How to complete this task: Give the records again, word for word.

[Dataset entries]
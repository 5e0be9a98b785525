"""run.json: what a run read, how it ran and what it found, assembled once at its end.

Paths are relative to the folder of the run file (the current directory for a run given
as a dict); the list of files written is filled in by `OutputTarget.commit`.
"""

from __future__ import annotations

import dataclasses
import math
import os
import platform
from pathlib import Path

import numpy as np

from . import __version__
from .detectors import FILE_READERS
from .outputs import SAFETY_NOTE, caught_warnings, sha256

ENVIRONMENT_PREFIX = "LAGFIELD_"
# thread settings of the libraries lagfield computes with (numba, OpenMP, BLAS)
THREAD_VARIABLES = ("NUMBA_NUM_THREADS", "NUMBA_THREADING_LAYER", "NUMBA_DISABLE_JIT",
                    "OMP_NUM_THREADS", "MKL_NUM_THREADS", "OPENBLAS_NUM_THREADS")


def environment(variables=None) -> dict[str, str]:
    """The environment variables that can change what a run does, as set."""
    variables = os.environ if variables is None else variables
    return {name: value for name, value in sorted(variables.items())
            if name.startswith(ENVIRONMENT_PREFIX) or name in THREAD_VARIABLES}


def _relative(path: Path, base: Path) -> str:
    return Path(os.path.relpath(Path(path).resolve(), base)).as_posix()


def group_record(result, align: str, n_particles: int) -> dict:
    """Time window and source sampling of one group's GroupFields: start, stop, step (s)
    and bins (per point when align is "point"); source samples in all and per particle per
    output bin (bins of the window that spans every point's); with spectra, the count of
    each quadrature route taken (spectra.SpectrumAccumulator.transforms)."""
    step = float(result.step_s)
    start = np.asarray(result.start_s, dtype=float)
    bins = np.asarray(result.n_bins, dtype=np.int64)
    stop = start + (bins - 1) * step
    window = {"start_s": float(start.min()), "stop_s": float(stop.max()), "step_s": step,
              "bins": int(round((stop.max() - start.min()) / step)) + 1}
    if align == "point":
        window["points"] = [{"point": p, "start_s": float(start[p]), "stop_s": float(stop[p]),
                             "bins": int(bins[p])} for p in range(bins.size)]
    samples = int(getattr(result, "source_samples", 0))
    per_bin = samples / (max(n_particles, 1) * window["bins"])
    record = {"points": int(bins.size), "window": window, "source_samples": samples,
              "source_samples_per_bin": per_bin}
    spectra = getattr(result, "spectra", None)
    if spectra is not None:  # how many spectra (particles × points, or one per point for a
        # buffer of particles) each route made
        spectra.flush()
        record["spectra_routes"] = {route: int(n) for route, n in
                                    sorted(spectra.transforms.items())}
    return record


def u_offset_record(run_file_s, tracks) -> dict:
    """The offset of the momentum samples a run used (s) and where it came from."""
    importer_s = getattr(tracks, "u_offset_s", None)
    if run_file_s is not None:
        return {"u_offset_s": float(run_file_s), "from": "run file"}
    if importer_s is not None:
        return {"u_offset_s": float(importer_s), "from": "importer"}
    return {"u_offset_s": 0.0, "from": "default"}


def _number(value: float) -> float | None:
    """A float for JSON: None for an infinite value (JSON has no infinity)."""
    return None if math.isinf(value) else float(value)


def _element_record(element, path, base: Path) -> dict:
    """One chain element as resolved: its kind and SI values; a file's path (relative to
    the run file's folder) and what was read from it."""
    if element.kind == "butterworth":
        return {"kind": element.kind, "order": element.order,
                "low_hz": element.low_hz, "high_hz": element.high_hz}
    if element.kind == "gain":
        return {"kind": element.kind, "factor": element.factor}
    record = {"kind": element.kind, "path": _relative(path, base)}
    if element.kind == "impulse_response":
        return dict(record, rows=int(element.t_s.size), t_first_s=float(element.t_s[0]),
                    t_last_s=float(element.t_s[-1]),
                    area=float(np.trapezoid(element.h_per_s, element.t_s)))
    return dict(record, frequencies=int(element.frequency_hz.size),
                f_first_hz=float(element.frequency_hz[0]),
                f_last_hz=float(element.frequency_hz[-1]))


def detector_record(detector, base: Path) -> dict:
    """A DetectorConfig as resolved, SI values: the observer group and points, the sensor
    (with its load), the chain in order and the digitizer."""
    sensor = {"kind": detector.sensor.kind}
    sensor.update({key: _number(value) if isinstance(value, float) else list(value)
                   for key, value in dataclasses.asdict(detector.sensor).items()})
    files = iter(detector.inputs)  # the files of the chain's file elements, in order
    digitizer = detector.digitizer
    return {
        "observer": detector.observer,
        "points": None if detector.points is None else list(detector.points),
        "sensor": sensor,
        "chain": [_element_record(element, next(files) if element.kind in FILE_READERS
                                  else None, base) for element in detector.chain],
        "digitizer": None if digitizer is None else {
            "rate_hz": digitizer.rate_hz, "bits": digitizer.bits,
            "range_v": [-digitizer.full_scale_v, digitizer.full_scale_v],
            "lsb_v": digitizer.lsb_v, "codes": list(digitizer.code_limits),
            "noise_v": digitizer.noise_v, "seed": digitizer.seed},
    }


def run_summary(run_file, config, *, tracks, results, registry, exporters=(), timings,
                output=None) -> dict:
    """The content of run.json. run_file: the run file's path (None for a dict); results:
    the GroupFields of every group; exporters: registry PluginInfo of the exporters used;
    output: the OutputTarget (None when nothing is written)."""
    base = Path(run_file).resolve().parent if run_file is not None else Path.cwd()
    inputs = [p for p in (config.tracks.path, run_file) if p is not None]
    inputs += [p for detector in config.detectors for p in detector.inputs]
    warnings = [f"plugin '{b.name}' ({b.distribution}) could not be loaded: {b.error}"
                for b in registry.broken]
    for source in (config, tracks, output):
        warnings += [str(w) for w in (getattr(source, "warnings", None) or ())]
    warnings += list(getattr(output, "notes", None) or ()) + caught_warnings()
    importer = getattr(tracks, "importer", None)
    return {
        "program": "lagfield", "version": __version__,
        "python": platform.python_version(),
        "run_file": None if run_file is None else str(run_file), "run": config.raw,
        "inputs": {_relative(p, base): {"sha256": sha256(Path(p))} if Path(p).is_file()
                   else {"series": True} for p in inputs},  # a pattern or a directory
        "importer": None if importer is None else str(importer),
        "exporters": [info.label for info in exporters],
        "particles": len(tracks),
        "u_offset": u_offset_record(config.tracks.u_offset_s, tracks),
        "observer_groups": [result.group.name for result in results],
        "groups": {result.group.name: group_record(result, config.time.align, len(tracks))
                   for result in results},
        "detectors": {d.name: detector_record(d, base) for d in config.detectors},
        "warnings": warnings, "timings": timings, "environment": environment(),
        "note": SAFETY_NOTE,
        "output_dir": None if output is None else _relative(output.directory, base),
        "files": [],
    }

Output for this exercise:
repository 5e0be9a98b785525
"""run.json: what a run read, how it ran and what it found, assembled once at its end.

Paths are relative to the folder of the run file (the current directory for a run given
as a dict); the list of files written is filled in by `OutputTarget.commit`.
"""

from __future__ import annotations

import dataclasses
import math
import os
import platform
from pathlib import Path

import numpy as np

from . import __version__
from .detectors import FILE_READERS
from .outputs import SAFETY_NOTE, caught_warnings, sha256

ENVIRONMENT_PREFIX = "LAGFIELD_"
# thread settings of the libraries lagfield computes with (numba, OpenMP, BLAS)
THREAD_VARIABLES = ("NUMBA_NUM_THREADS", "NUMBA_THREADING_LAYER", "NUMBA_DISABLE_JIT",
                    "OMP_NUM_THREADS", "MKL_NUM_THREADS", "OPENBLAS_NUM_THREADS")


def environment(variables=None) -> dict[str, str]:
    """The environment variables that can change what a run does, as set."""
    variables = os.environ if variables is None else variables
    return {name: value for name, value in sorted(variables.items())
            if name.startswith(ENVIRONMENT_PREFIX) or name in THREAD_VARIABLES}


def _relative(path: Path, base: Path) -> str:
    return Path(os.path.relpath(Path(path).resolve(), base)).as_posix()


def group_record(result, align: str, n_particles: int) -> dict:
    """Time window and source sampling of one group's GroupFields: start, stop, step (s)
    and bins (per point when align is "point"); source samples in all and per particle per
    output bin (bins of the window that spans every point's); with spectra, the count of
    each quadrature route taken (spectra.SpectrumAccumulator.transforms)."""
    step = float(result.step_s)
    start = np.asarray(result.start_s, dtype=float)
    bins = np.asarray(result.n_bins, dtype=np.int64)
    stop = start + (bins - 1) * step
    window = {"start_s": float(start.min()), "stop_s": float(stop.max()), "step_s": step,
              "bins": int(round((stop.max() - start.min()) / step)) + 1}
    if align == "point":
        window["points"] = [{"point": p, "start_s": float(start[p]), "stop_s": float(stop[p]),
                             "bins": int(bins[p])} for p in range(bins.size)]
    samples = int(getattr(result, "source_samples", 0))
    per_bin = samples / (max(n_particles, 1) * window["bins"])
    record = {"points": int(bins.size), "window": window, "source_samples": samples,
              "source_samples_per_bin": per_bin}
    spectra = getattr(result, "spectra", None)
    if spectra is not None:  # how many spectra (particles × points, or one per point for a
        # buffer of particles) each route made
        spectra.flush()
        record["spectra_routes"] = {route: int(n) for route, n in
                                    sorted(spectra.transforms.items())}
    return record


def u_offset_record(run_file_s, tracks) -> dict:
    """The offset of the momentum samples a run used (s) and where it came from."""
    importer_s = getattr(tracks, "u_offset_s", None)
    if run_file_s is not None:
        return {"u_offset_s": float(run_file_s), "from": "run file"}
    if importer_s is not None:
        return {"u_offset_s": float(importer_s), "from": "importer"}
    return {"u_offset_s": 0.0, "from": "default"}


def _number(value: float) -> float | None:
    """A float for JSON: None for an infinite value (JSON has no infinity)."""
    return None if math.isinf(value) else float(value)


def _element_record(element, path, base: Path) -> dict:
    """One chain element as resolved: its kind and SI values; a file's path (relative to
    the run file's folder) and what was read from it."""
    if element.kind == "butterworth":
        return {"kind": element.kind, "order": element.order,
                "low_hz": element.low_hz, "high_hz": element.high_hz}
    if element.kind == "gain":
        return {"kind": element.kind, "factor": element.factor}
    record = {"kind": element.kind, "path": _relative(path, base)}
    if element.kind == "impulse_response":
        return dict(record, rows=int(element.t_s.size), t_first_s=float(element.t_s[0]),
                    t_last_s=float(element.t_s[-1]),
                    area=float(np.trapezoid(element.h_per_s, element.t_s)))
    return dict(record, frequencies=int(element.frequency_hz.size),
                f_first_hz=float(element.frequency_hz[0]),
                f_last_hz=float(element.frequency_hz[-1]))


def detector_record(detector, base: Path) -> dict:
    """A DetectorConfig as resolved, SI values: the observer group and points, the sensor
    (with its load), the chain in order and the digitizer."""
    sensor = {"kind": detector.sensor.kind}
    sensor.update({key: _number(value) if isinstance(value, float) else list(value)
                   for key, value in dataclasses.asdict(detector.sensor).items()})
    files = iter(detector.inputs)  # the files of the chain's file elements, in order
    digitizer = detector.digitizer
    return {
        "observer": detector.observer,
        "points": None if detector.points is None else list(detector.points),
        "sensor": sensor,
        "chain": [_element_record(element, next(files) if element.kind in FILE_READERS
                                  else None, base) for element in detector.chain],
        "digitizer": None if digitizer is None else {
            "rate_hz": digitizer.rate_hz, "bits": digitizer.bits,
            "range_v": [-digitizer.full_scale_v, digitizer.full_scale_v],
            "lsb_v": digitizer.lsb_v, "codes": list(digitizer.code_limits),
            "noise_v": digitizer.noise_v, "seed": digitizer.seed},
    }


def run_summary(run_file, config, *, tracks, results, registry, exporters=(), timings,
                output=None) -> dict:
    """The content of run.json. run_file: the run file's path (None for a dict); results:
    the GroupFields of every group; exporters: registry PluginInfo of the exporters used;
    output: the OutputTarget (None when nothing is written)."""
    base = Path(run_file).resolve().parent if run_file is not None else Path.cwd()
    inputs = [p for p in (config.tracks.path, run_file) if p is not None]
    inputs += [p for detector in config.detectors for p in detector.inputs]
    warnings = [f"plugin '{b.name}' ({b.distribution}) could not be loaded: {b.error}"
                for b in registry.broken]
    for source in (config, tracks, output):
        warnings += [str(w) for w in (getattr(source, "warnings", None) or ())]
    warnings += list(getattr(output, "notes", None) or ()) + caught_warnings()
    importer = getattr(tracks, "importer", None)
    return {
        "program": "lagfield", "version": __version__,
        "python": platform.python_version(),
        "run_file": None if run_file is None else str(run_file), "run": config.raw,
        "inputs": {_relative(p, base): {"sha256": sha256(Path(p))} if Path(p).is_file()
                   else {"series": True} for p in inputs},  # a pattern or a directory
        "importer": None if importer is None else str(importer),
        "exporters": [info.label for info in exporters],
        "particles": len(tracks),
        "u_offset": u_offset_record(config.tracks.u_offset_s, tracks),
        "observer_groups": [result.group.name for result in results],
        "groups": {result.group.name: group_record(result, config.time.align, len(tracks))
                   for result in results},
        "detectors": {d.name: detector_record(d, base) for d in config.detectors},
        "warnings": warnings, "timings": timings, "environment": environment(),
        "note": SAFETY_NOTE,
        "output_dir": None if output is None else _relative(output.directory, base),
        "files": [],
    }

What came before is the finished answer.